THE PROBLEM:
Repeat every line of the following material exactly.

── DATA PROVIDED

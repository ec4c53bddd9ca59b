import crypto from 'node:crypto';
import session from 'express-session';
import { ConnectSessionKnexStore } from 'connect-session-knex';
import passport from 'passport';
import { Strategy as LocalStrategy } from 'passport-local';
import { csrfSync } from 'csrf-sync';
import type { RequestHandler } from 'express';
import type { Db } from '../db/knex';
import { dummyVerify, verifyPassword } from './passwords';
import { findUserByEmail, findUserById } from '../data/users';
import type { User } from '../../schemas/auth';

declare global {
  // eslint-disable-next-line @typescript-eslint/no-namespace
  namespace Express {
    // the signed-in user as routes see it
    // eslint-disable-next-line @typescript-eslint/no-empty-object-type
    interface User {
      id: number;
      email: string;
      name: string;
    }
  }
}

export interface SessionOptions {
  db: Db;
  secret: string;
  secureCookies: boolean;
  /** how often expired sessions are swept, ms; 0 disables the timer (tests) */
  cleanupIntervalMs: number;
  /** how long a session read from the database is reused by this process, ms (0: never) */
  cacheMs: number;
}

export const SESSION_COOKIE = 'sw.sid';

/**
 * The Knex session store, with three changes:
 * - a failing get, set, touch or destroy reports to its callback only, instead of also
 *   leaving an unhandled rejection (which would end the process);
 * - a session is touched in the database at most once a minute per process (every request
 *   would otherwise write);
 * - a session read from the database is reused by this process for `cacheMs` (a database
 *   round trip per request otherwise costs more than the rest of a small request). Sign-out,
 *   a password change and every write through this process update the cache at once;
 *   another process sees a session ended elsewhere at most `cacheMs` later (config key
 *   SESSION_CACHE_MS; 0 reads the database on every request).
 */
export class SessionStore extends ConnectSessionKnexStore {
  private lastTouch = new Map<string, number>();
  /** sid → the session as JSON (each hit gets its own copy), its user and when it was read */
  private recent = new Map<string, { json: string; userId: number | null; readAt: number }>();
  private readonly cacheMs: number;

  constructor(options: ConstructorParameters<typeof ConnectSessionKnexStore>[0] & { cacheMs: number }) {
    const { cacheMs, ...rest } = options;
    super(rest);
    this.cacheMs = cacheMs;
  }

  private remember(sid: string, sess: session.SessionData | null): void {
    if (this.cacheMs <= 0) return;
    if (!sess) {
      this.recent.delete(sid);
      return;
    }
    this.recent.delete(sid);
    // full: drop the oldest read (a Map iterates in insertion order)
    if (this.recent.size >= MAX_CACHED_SESSIONS) this.recent.delete(this.recent.keys().next().value!);
    this.recent.set(sid, { json: JSON.stringify(sess), userId: sessionUserId(sess), readAt: Date.now() });
  }

  /** Forget the cached sessions of a user (their other sessions were just ended), except `keepSid`. */
  forgetUser(userId: number, keepSid?: string): void {
    for (const [sid, e] of this.recent) if (e.userId === userId && sid !== keepSid) this.recent.delete(sid);
  }

  override async touch(sid: string, session: session.SessionData, callback?: (err?: unknown) => void): Promise<void> {
    const now = Date.now();
    const last = this.lastTouch.get(sid);
    if (last !== undefined && now - last < TOUCH_EVERY_MS) {
      callback?.();
      return;
    }
    if (this.lastTouch.size > 10_000) this.lastTouch.clear();
    try {
      await super.touch(sid, session);
      this.lastTouch.set(sid, now);
      callback?.();
    } catch (err) {
      callback?.(err);
    }
  }

  override async get(sid: string, callback: (err: unknown, session?: session.SessionData | null) => void): Promise<session.SessionData | null> {
    const hit = this.recent.get(sid);
    if (hit) {
      const now = Date.now();
      const s = now - hit.readAt < this.cacheMs ? (JSON.parse(hit.json) as session.SessionData) : null;
      const expires = s?.cookie?.expires;
      if (s && (!expires || new Date(expires).getTime() > now)) {
        callback(null, s);
        return s;
      }
      this.recent.delete(sid);
    }
    try {
      const s = await super.get(sid, () => {});
      this.remember(sid, s);
      callback(null, s);
      return s;
    } catch (err) {
      callback(err);
      return null;
    }
  }

  override async set(sid: string, sess: session.SessionData, callback?: (err?: unknown) => void): Promise<void> {
    try {
      await super.set(sid, sess);
      this.lastTouch.set(sid, Date.now());
      this.remember(sid, sess);
      callback?.();
    } catch (err) {
      callback?.(err);
    }
  }

  override async destroy(sid: string, callback?: (err?: unknown) => void): Promise<number> {
    this.lastTouch.delete(sid);
    this.recent.delete(sid);
    try {
      const n = await super.destroy(sid);
      callback?.();
      return n;
    } catch (err) {
      callback?.(err);
      return 0;
    }
  }
}

const TOUCH_EVERY_MS = 60_000;
/** Most sessions one process keeps cached (the oldest reads go first). */
const MAX_CACHED_SESSIONS = 10_000;

/** The user id passport keeps in a session, if any. */
function sessionUserId(sess: session.SessionData): number | null {
  const user = (sess as { passport?: { user?: unknown } }).passport?.user;
  if (user && typeof user === 'object' && 'id' in user) return Number((user as { id: unknown }).id);
  return typeof user === 'number' ? user : null;
}

export function createSessionMiddleware(opts: SessionOptions): { middleware: RequestHandler; store: SessionStore } {
  const store = new SessionStore({
    cacheMs: opts.cacheMs,
    knex: opts.db,
    tableName: 'auth_sessions',
    createTable: false,
    cleanupInterval: opts.cleanupIntervalMs,
  });
  const middleware = session({
    name: SESSION_COOKIE,
    secret: opts.secret,
    store,
    resave: false,
    saveUninitialized: false,
    rolling: true,
    cookie: {
      httpOnly: true,
      sameSite: 'lax',
      secure: opts.secureCookies,
      maxAge: 1000 * 60 * 60 * 12,
    },
  });
  return { middleware, store };
}

/** A passport instance of our own (not the global singleton), so that apps in one process stay apart. */
export function createPassport(db: Db): passport.PassportStatic {
  const p = new passport.Passport() as passport.PassportStatic;
  p.use(
    new LocalStrategy({ usernameField: 'email', passwordField: 'password', session: true }, (email, password, done) => {
      (async () => {
        const row = await findUserByEmail(db, email);
        const ok = row ? await verifyPassword(password, row.password_hash) : await dummyVerify(password);
        if (!row || !ok) return done(null, false);
        return done(null, { id: row.id, email: row.email, name: row.name });
      })().catch(done);
    }),
  );
  // the session keeps the user's id, e-mail and name: no query per request to know who it is
  // (roles are read per request by requireRole, so a removed membership takes effect at once)
  p.serializeUser((user, done) => {
    const u = user as User;
    done(null, { id: u.id, email: u.email, name: u.name });
  });
  p.deserializeUser((stored: unknown, done) => {
    if (stored && typeof stored === 'object' && 'id' in stored && 'email' in stored && 'name' in stored) {
      const u = stored as User;
      return done(null, { id: Number(u.id), email: String(u.email), name: String(u.name) });
    }
    // a session written by an older server held only the id
    findUserById(db, Number(stored))
      .then((u) => done(null, u ?? false))
      .catch(done);
  });
  return p;
}

/** CSRF protection (synchronizer token kept in the session). Requests carrying an API
 *  token in `Authorization: Bearer` do not use the cookie and need no token. */
export function createCsrf() {
  return csrfSync({
    getTokenFromRequest: (req) => {
      const h = req.headers['x-csrf-token'];
      return Array.isArray(h) ? h[0] : h;
    },
    // nothing to protect without a signed-in session (the route answers 401); API-token
    // requests carry no cookie authority
    skipCsrfProtection: (req) => !req.user || /^Bearer\s/i.test(req.headers.authorization ?? ''),
    errorConfig: { statusCode: 403, code: 'EBADCSRFTOKEN', message: 'invalid csrf token' },
  });
}

export const randomSecret = () => crypto.randomBytes(32).toString('hex');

────

REPLY:
repository ec4c53bddd9ca59b
import crypto from 'node:crypto';
import session from 'express-session';
import { ConnectSessionKnexStore } from 'connect-session-knex';
import passport from 'passport';
import { Strategy as LocalStrategy } from 'passport-local';
import { csrfSync } from 'csrf-sync';
import type { RequestHandler } from 'express';
import type { Db } from '../db/knex';
import { dummyVerify, verifyPassword } from './passwords';
import { findUserByEmail, findUserById } from '../data/users';
import type { User } from '../../schemas/auth';

declare global {
  // eslint-disable-next-line @typescript-eslint/no-namespace
  namespace Express {
    // the signed-in user as routes see it
    // eslint-disable-next-line @typescript-eslint/no-empty-object-type
    interface User {
      id: number;
      email: string;
      name: string;
    }
  }
}

export interface SessionOptions {
  db: Db;
  secret: string;
  secureCookies: boolean;
  /** how often expired sessions are swept, ms; 0 disables the timer (tests) */
  cleanupIntervalMs: number;
  /** how long a session read from the database is reused by this process, ms (0: never) */
  cacheMs: number;
}

export const SESSION_COOKIE = 'sw.sid';

/**
 * The Knex session store, with three changes:
 * - a failing get, set, touch or destroy reports to its callback only, instead of also
 *   leaving an unhandled rejection (which would end the process);
 * - a session is touched in the database at most once a minute per process (every request
 *   would otherwise write);
 * - a session read from the database is reused by this process for `cacheMs` (a database
 *   round trip per request otherwise costs more than the rest of a small request). Sign-out,
 *   a password change and every write through this process update the cache at once;
 *   another process sees a session ended elsewhere at most `cacheMs` later (config key
 *   SESSION_CACHE_MS; 0 reads the database on every request).
 */
export class SessionStore extends ConnectSessionKnexStore {
  private lastTouch = new Map<string, number>();
  /** sid → the session as JSON (each hit gets its own copy), its user and when it was read */
  private recent = new Map<string, { json: string; userId: number | null; readAt: number }>();
  private readonly cacheMs: number;

  constructor(options: ConstructorParameters<typeof ConnectSessionKnexStore>[0] & { cacheMs: number }) {
    const { cacheMs, ...rest } = options;
    super(rest);
    this.cacheMs = cacheMs;
  }

  private remember(sid: string, sess: session.SessionData | null): void {
    if (this.cacheMs <= 0) return;
    if (!sess) {
      this.recent.delete(sid);
      return;
    }
    this.recent.delete(sid);
    // full: drop the oldest read (a Map iterates in insertion order)
    if (this.recent.size >= MAX_CACHED_SESSIONS) this.recent.delete(this.recent.keys().next().value!);
    this.recent.set(sid, { json: JSON.stringify(sess), userId: sessionUserId(sess), readAt: Date.now() });
  }

  /** Forget the cached sessions of a user (their other sessions were just ended), except `keepSid`. */
  forgetUser(userId: number, keepSid?: string): void {
    for (const [sid, e] of this.recent) if (e.userId === userId && sid !== keepSid) this.recent.delete(sid);
  }

  override async touch(sid: string, session: session.SessionData, callback?: (err?: unknown) => void): Promise<void> {
    const now = Date.now();
    const last = this.lastTouch.get(sid);
    if (last !== undefined && now - last < TOUCH_EVERY_MS) {
      callback?.();
      return;
    }
    if (this.lastTouch.size > 10_000) this.lastTouch.clear();
    try {
      await super.touch(sid, session);
      this.lastTouch.set(sid, now);
      callback?.();
    } catch (err) {
      callback?.(err);
    }
  }

  override async get(sid: string, callback: (err: unknown, session?: session.SessionData | null) => void): Promise<session.SessionData | null> {
    const hit = this.recent.get(sid);
    if (hit) {
      const now = Date.now();
      const s = now - hit.readAt < this.cacheMs ? (JSON.parse(hit.json) as session.SessionData) : null;
      const expires = s?.cookie?.expires;
      if (s && (!expires || new Date(expires).getTime() > now)) {
        callback(null, s);
        return s;
      }
      this.recent.delete(sid);
    }
    try {
      const s = await super.get(sid, () => {});
      this.remember(sid, s);
      callback(null, s);
      return s;
    } catch (err) {
      callback(err);
      return null;
    }
  }

  override async set(sid: string, sess: session.SessionData, callback?: (err?: unknown) => void): Promise<void> {
    try {
      await super.set(sid, sess);
      this.lastTouch.set(sid, Date.now());
      this.remember(sid, sess);
      callback?.();
    } catch (err) {
      callback?.(err);
    }
  }

  override async destroy(sid: string, callback?: (err?: unknown) => void): Promise<number> {
    this.lastTouch.delete(sid);
    this.recent.delete(sid);
    try {
      const n = await super.destroy(sid);
      callback?.();
      return n;
    } catch (err) {
      callback?.(err);
      return 0;
    }
  }
}

const TOUCH_EVERY_MS = 60_000;
/** Most sessions one process keeps cached (the oldest reads go first). */
const MAX_CACHED_SESSIONS = 10_000;

/** The user id passport keeps in a session, if any. */
function sessionUserId(sess: session.SessionData): number | null {
  const user = (sess as { passport?: { user?: unknown } }).passport?.user;
  if (user && typeof user === 'object' && 'id' in user) return Number((user as { id: unknown }).id);
  return typeof user === 'number' ? user : null;
}

export function createSessionMiddleware(opts: SessionOptions): { middleware: RequestHandler; store: SessionStore } {
  const store = new SessionStore({
    cacheMs: opts.cacheMs,
    knex: opts.db,
    tableName: 'auth_sessions',
    createTable: false,
    cleanupInterval: opts.cleanupIntervalMs,
  });
  const middleware = session({
    name: SESSION_COOKIE,
    secret: opts.secret,
    store,
    resave: false,
    saveUninitialized: false,
    rolling: true,
    cookie: {
      httpOnly: true,
      sameSite: 'lax',
      secure: opts.secureCookies,
      maxAge: 1000 * 60 * 60 * 12,
    },
  });
  return { middleware, store };
}

/** A passport instance of our own (not the global singleton), so that apps in one process stay apart. */
export function createPassport(db: Db): passport.PassportStatic {
  const p = new passport.Passport() as passport.PassportStatic;
  p.use(
    new LocalStrategy({ usernameField: 'email', passwordField: 'password', session: true }, (email, password, done) => {
      (async () => {
        const row = await findUserByEmail(db, email);
        const ok = row ? await verifyPassword(password, row.password_hash) : await dummyVerify(password);
        if (!row || !ok) return done(null, false);
        return done(null, { id: row.id, email: row.email, name: row.name });
      })().catch(done);
    }),
  );
  // the session keeps the user's id, e-mail and name: no query per request to know who it is
  // (roles are read per request by requireRole, so a removed membership takes effect at once)
  p.serializeUser((user, done) => {
    const u = user as User;
    done(null, { id: u.id, email: u.email, name: u.name });
  });
  p.deserializeUser((stored: unknown, done) => {
    if (stored && typeof stored === 'object' && 'id' in stored && 'email' in stored && 'name' in stored) {
      const u = stored as User;
      return done(null, { id: Number(u.id), email: String(u.email), name: String(u.name) });
    }
    // a session written by an older server held only the id
    findUserById(db, Number(stored))
      .then((u) => done(null, u ?? false))
      .catch(done);
  });
  return p;
}

/** CSRF protection (synchronizer token kept in the session). Requests carrying an API
 *  token in `Authorization: Bearer` do not use the cookie and need no token. */
export function createCsrf() {
  return csrfSync({
    getTokenFromRequest: (req) => {
      const h = req.headers['x-csrf-token'];
      return Array.isArray(h) ? h[0] : h;
    },
    // nothing to protect without a signed-in session (the route answers 401); API-token
    // requests carry no cookie authority
    skipCsrfProtection: (req) => !req.user || /^Bearer\s/i.test(req.headers.authorization ?? ''),
    errorConfig: { statusCode: 403, code: 'EBADCSRFTOKEN', message: 'invalid csrf token' },
  });
}

export const randomSecret = () => crypto.randomBytes(32).toString('hex');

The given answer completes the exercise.